Sun.Star Cebu

Blood-stained

- FRANK MALILONG fmmalilong@yahoo.com

The country’s top Church leaders say they have seen enough, the drug killings have to stop. One called on the faithful to “reflect, pray and act”; another called on the nation to stop supporting the killings. Quite significan­tly, neither one dared to call on President Duterte to do or not to do anything. From experience, they knew the response coming to them.

Only last month, on July 24 to be exact, Duterte delivered his second State of the Nation Address (Sona). In that speech, the president vowed that his fight against illegal drugs “will be unremittin­g as it will be unrelentin­g.” He will not allow the criminals and illegal drug paddlers and users, he said, to “roam the streets freely, victimizin­g with seeming impunity, the innocent and the helpless.”

Would he have listened to the bishops even if they had directly appealed to him? This is what he said in the Sona: “Despite internatio­nal and local pressures, the fight will not stop until those who deal in it understand that they have to cease, they have to stop because the alternativ­es are either jail or hell. And I will make sure, very sure that they will not have the luxury of enjoying the benefits of their greed and madness.” This part of the speech was twice interrupte­d by applause from the audience.

It must be stated, in fairness to the president, that never in his speech did he directly order the policemen to drag suspects from their homes before shooting them to death. Maybe, it is only coincident­al that three weeks after that Sona, the killings in the drug war resumed.

At the height of the furor over “Tokhang,” Duterte denied that the deaths that accompanie­d the campaign were from extrajudic­ial killing. He will most probably say the same thing, plus a slew of expletives, in response to current criticism, if he has not so responded yet.

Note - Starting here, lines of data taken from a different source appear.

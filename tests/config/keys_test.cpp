#include "config/keys.hpp"

#include <gtest/gtest.h>

#include <filesystem>
#include <fstream>
#include <iterator>
#include <map>
#include <nlohmann/json.hpp>
#include <optional>
#include <set>

#include "config/plant_reader.hpp"
#include "config/written_values.hpp"
#include "schema/schema.hpp"
#include "tests/config/documented_keys.hpp"
#include "tests/config/patched_plant.hpp"

namespace slipledger::config {
namespace {

std::string text_of(const std::filesystem::path& path) {
    std::ifstream file(path);
    return {std::istreambuf_iterator<char>(file), {}};
}

// Where the wanted text can be taken from when a key was added.
std::string leave_for_copying(const std::string& name, const std::string& text) {
    const auto path = std::filesystem::path(testing::TempDir()) / name;
    std::ofstream(path) << text;
    return "what it must hold was written to " + path.string();
}

TEST(Keys, AreTheSameInTheJsonSchemaAsInTheReader) {
    const std::string wanted = schema_of_keys();
    const auto published = nlohmann::json::parse(schema::plant_schema(), nullptr, false);
    ASSERT_FALSE(published.is_discarded()) << leave_for_copying("plant.schema.json", wanted);
    EXPECT_EQ(published, nlohmann::json::parse(wanted)) << leave_for_copying("plant.schema.json", wanted);
}

TEST(Keys, AreTheSameInTheReadmeAsInTheReader) {
    const std::string readme = text_of(std::filesystem::path(SLIPLEDGER_SOURCE_DIR) / "config/README.md");
    const std::string wanted = tables_of_keys();
    EXPECT_NE(readme.find(wanted), std::string::npos) << leave_for_copying("config-keys.md", wanted);
}

TEST(Keys, StandOnceInEachObject) {
    std::set<std::pair<std::string_view, std::string_view>> seen;
    for (const Key& key : plant_keys())
        EXPECT_TRUE(seen.emplace(key.object, key.name).second) << key.object << "/" << key.name;
}

TEST(Keys, NameOnlyObjectsThatHaveKeys) {
    for (const Key& key : plant_keys()) {
        const bool nested = key.kind == KeyKind::object || key.kind == KeyKind::list || key.kind == KeyKind::map;
        EXPECT_EQ(nested, !key_names(key.of).empty()) << key.object << "/" << key.name;
    }
}

// The plant the defaults are tried in: every object whose keys have defaults is there.
nlohmann::json plant_for_defaults() {
    auto plant = nlohmann::json::parse(sound_plant());
    plant["economics"] = {{"energy_price_per_kwh", 0.2}, {"currency", "EUR"}};
    plant["pumps"][0]["spare"] = {{"part_number", "RG-71"}};
    plant["pumps"][0]["replacement"] = nlohmann::json::object();
    plant["pumps"][0]["sensors"]["delivery_flow"] = nlohmann::json::object();
    return plant;
}

std::string place_of(const Key& key) {
    const std::map<std::string_view, std::string> places{
        {"plant", ""},
        {"store", "/store"},
        {"fluid", "/fluids/site oil"},
        {"pump", "/pumps/1"},
        {"section", "/pumps/1/sections/0"},
        {"motor", "/pumps/0/motor"},
        {"steady", "/pumps/0/steady"},
        {"baseline", "/pumps/0/baseline"},
        {"limits", "/pumps/0/limits"},
        {"sensor", "/pumps/0/sensors/delivery_flow"},
        {"spare", "/pumps/0/spare"},
        {"replacement", "/pumps/0/replacement"},
        {"feed", key.name == "reply" || key.name == "idle_timeout" ? "/feeds/0" : "/feeds/1"},
        {"target", "/feeds/1/columns/P"},
        {"webhook", "/alerts/webhooks/0"},
        {"economics", "/economics"},
    };
    return places.at(key.object) + "/" + std::string(key.name);
}

// The default as a value that can be written into a plant file; none where the table only describes it.
std::optional<nlohmann::json> written_default(const Key& key) {
    const bool is_word = key.kind == KeyKind::choice || key.kind == KeyKind::duration;
    const bool is_value = key.kind == KeyKind::number || key.kind == KeyKind::whole || key.kind == KeyKind::truth;
    const std::vector<std::string_view> words = words_of(key);
    if (key.kind == KeyKind::choice && std::ranges::find(words, key.fallback) == words.end()) return std::nullopt;
    if (key.kind == KeyKind::duration && !parse_duration(key.fallback)) return std::nullopt;
    if (is_word) return nlohmann::json(key.fallback);
    const auto value = nlohmann::json::parse(key.fallback, nullptr, false);
    return is_value && !value.is_discarded() ? std::optional(value) : std::nullopt;
}

TEST(Keys, HaveTheDefaultsTheTableSays) {
    const PlantReading without = read_plant(plant_for_defaults().dump());
    ASSERT_TRUE(without) << told(without);
    int tried = 0;
    for (const Key& key : plant_keys()) {
        const auto value = written_default(key);
        if (!value) continue;
        auto plant = plant_for_defaults();
        plant[nlohmann::json::json_pointer(place_of(key))] = *value;
        const PlantReading with = read_plant(plant.dump());
        ASSERT_TRUE(with) << place_of(key) << "\n" << told(with);
        EXPECT_EQ(*with.plant, *without.plant) << place_of(key) << " = " << *value;
        ++tried;
    }
    EXPECT_GE(tried, 40);
}

TEST(Keys, SayWhatIsWantedWithUnitRangeAndMeaning) {
    EXPECT_EQ(wanted_for(*find_key("section", "displacement_cm3")),
              "a number in cm3/rev above 0, up to 10000: name plate displacement");
    EXPECT_EQ(wanted_for(*find_key("pump", "drain")), "one of external, internal: where its case leakage goes");
    EXPECT_EQ(wanted_for(*find_key("economics", "motor_efficiency")),
              "a number in fraction from 0.3 to 1: of the pump's motor");
    EXPECT_EQ(find_key("pump", "colour"), nullptr);
}

}  // namespace
}  // namespace slipledger::config
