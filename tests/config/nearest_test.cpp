#include "config/nearest.hpp"

#include <gtest/gtest.h>

#include <array>

namespace slipledger::config {
namespace {

constexpr std::array<std::string_view, 4> names{"displacement_cm3", "drain", "drain_group", "relief_bar"};

TEST(NearestName, FindsALetterDroppedAddedChangedOrSwapped) {
    EXPECT_EQ(nearest_name("displacment_cm3", names), "displacement_cm3");
    EXPECT_EQ(nearest_name("draain", names), "drain");
    EXPECT_EQ(nearest_name("relief_bat", names), "relief_bar");
    EXPECT_EQ(nearest_name("darin", names), "drain");
}

TEST(NearestName, SaysNothingWhereNothingIsNear) {
    EXPECT_EQ(nearest_name("colour", names), "");
    EXPECT_EQ(nearest_name("", names), "");
    EXPECT_EQ(nearest_name(std::string(100000, 'x'), names), "");
}

TEST(NearestName, PrefersTheFewestChanges) {
    EXPECT_EQ(nearest_name("drain_grup", names), "drain_group");
    EXPECT_EQ(nearest_name("drains", names), "drain");
}

}  // namespace
}  // namespace slipledger::config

This is an area of weakness that critics of the president’s blood-stained campaign against illegal drugs have to deal with. It is a popular war to begin with and who is to say whether there was or wasn’t a legitimate encounter between the police and the suspect? Dead men tell no tales and witnesses are too scared to say anything.

That is why the case of Kian Loyd delos Santos has generated so much revulsion; it is the first “smoking gun” in the case against summary executions. Apparently, the evidence is so compelling that even senators who are loyal to Duterte are demanding an honest-to-goodness investigat­ion.

In his last Sona, Duterte directly addressed his critics, thus: “Your efforts will be better spent if you use the influence and moral ascendancy of your organizati­ons over your respective sectors to educate the people on the evils of illegal drugs instead of condemning the authoritie­s and unjustly blaming them for every killing that bloodies the country.”

Not every killing this time, Mr. President. Just this one and I’m sure you will agree that the blame has not been unjustly laid. The people are fully aware of the evils of illegal drugs but monstrous as they are, they cannot justify the behavior of people acting as accuser, judge and executione­r.